__INFORMATION SUPPLIED__.
+++
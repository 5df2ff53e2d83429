"""The spectrum stage: Band and Transitions to a Spectrum."""

from __future__ import annotations

from collections.abc import Iterable

import numpy as np
from orchil_schemas import Availability, Band, Context, FloatArray, Frozen, Inputs, Record, Spectrum, Transitions
from pydantic import Field, model_validator
from typing_extensions import Self

from orchil_stages.installed import availability


class SpectrumSettings(Frozen):
    """The layer and the lights it is held into."""

    concentration_m: float = Field(default=1e-5, gt=0, le=10, description="mol/L of dye in the layer")
    path_cm: float = Field(default=1.0, gt=0, description="thickness of the layer")
    line_nm: float = Field(default=532.0, ge=200, le=3000, description="lamp, LED or laser line")
    line_width_nm: float = Field(default=0.0, ge=0, le=200, description="its full width at half maximum; 0: laser")
    sun_from_nm: float = Field(default=300.0, ge=280, le=3900, description="sunlight counts from here")
    sun_to_nm: float = Field(default=800.0, ge=300, le=4000, description="to here")
    from_nm: float = Field(default=250.0, ge=150, le=2000, description="first wavelength of the spectrum")
    to_nm: float = Field(default=900.0, ge=200, le=5000, description="last wavelength")
    step_nm: float = Field(default=5.0, ge=0.5, le=50, description="distance of its points")

    @model_validator(mode="after")
    def _rising(self) -> Self:
        if self.from_nm + self.step_nm > self.to_nm:
            raise ValueError("to_nm must be above from_nm by step_nm or more")
        if self.sun_from_nm >= self.sun_to_nm:
            raise ValueError("sun_to_nm must be above sun_from_nm")
        return self


class MakeSpectrum:
    """Absorption spectrum on the measured scale."""

    name = "spectrum"
    version = "1"
    needs: tuple[type[Record], ...] = (Transitions, Band)
    makes: tuple[type[Record], ...] = (Spectrum,)
    Settings: type[Frozen] = SpectrumSettings
    time_limit_seconds = 30.0

    def found(self) -> Availability:
        """Needs NumPy and SciPy."""
        return availability("numpy", "scipy")

    def run(self, inputs: Inputs, settings: SpectrumSettings, context: Context) -> Iterable[Record]:
        """One Spectrum."""
        yield make_spectrum(inputs[Band], inputs[Transitions], settings)


def make_spectrum(band: Band, transitions: Transitions, settings: SpectrumSettings) -> Spectrum:
    """The spectrum of the states and what the layer absorbs."""
    from orchil_stages.optics.layers import absorbance, current_density, light_harvesting_efficiency

    from .lights import line, sun_photons
    from .lines import band_lines, band_strength
    from .rounding import rounded
    from .spread import possible

    lines, maybe = band_lines(band, transitions), possible(band)
    grid = np.arange(settings.from_nm, settings.to_nm + 1e-6, settings.step_nm)
    layer = settings.concentration_m, settings.path_cm
    wavelength, photons = line(settings.line_nm, settings.line_width_nm)
    lit = _at_all(lines.at(wavelength, maybe.shift_ev), maybe.factor)
    absorptivity = lit @ photons / photons.sum()
    share = _absorbed(absorbance(lit, *layer), photons)
    sun_nm, sun = sun_photons(settings.sun_from_nm, settings.sun_to_nm)
    sun_share = _absorbed(absorbance(_at_all(lines.at(sun_nm, maybe.shift_ev), maybe.factor), *layer), sun)
    sun_total = sun.sum() * (settings.sun_to_nm - settings.sun_from_nm) / len(sun)
    strength = band_strength(band)
    return Spectrum(
        wavelength_nm=grid,
        molar_absorptivity=rounded(lines.at(grid)),
        band_energy_ev=lines.energy_ev,
        band_absorptivity=lines.height,
        band_width_ev=band.width_ev,
        band_strength=strength,
        concentration_m=settings.concentration_m,
        path_cm=settings.path_cm,
        line_nm=settings.line_nm,
        line_width_nm=settings.line_width_nm,
        line_absorptivity=maybe.spread(absorptivity),
        line_absorbance=maybe.spread(absorbance(absorptivity, *layer)),
        line_absorptance_percent=maybe.spread(100 * share),
        sunlight_absorptance_percent=maybe.spread(100 * sun_share),
        sunlight_current_ma_cm2=maybe.spread(current_density(sun_share * sun_total)),
        light_harvesting_efficiency=maybe.spread(light_harvesting_efficiency(strength * maybe.factor)),
    )


def _at_all(absorptivity: FloatArray, factor: FloatArray) -> FloatArray:
    """Spectra (shifts, points) times every factor, (shifts, factors, points)."""
    return np.asarray(absorptivity[:, None, :] * factor[:, None])


def _absorbed(decadic: FloatArray, photons: FloatArray) -> FloatArray:
    """Share of the photons absorbed, over the last axis."""
    from orchil_stages.optics.layers import absorptance

    return np.asarray(absorptance(decadic) @ photons / photons.sum())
+++
__EXERCISE INSTRUCTIONS__. Report each line of the entries where the word "layers" occurs.

__YOUR SOLUTION__.
    from orchil_stages.optics.layers import absorbance, current_density, light_harvesting_efficiency
    from orchil_stages.optics.layers import absorptance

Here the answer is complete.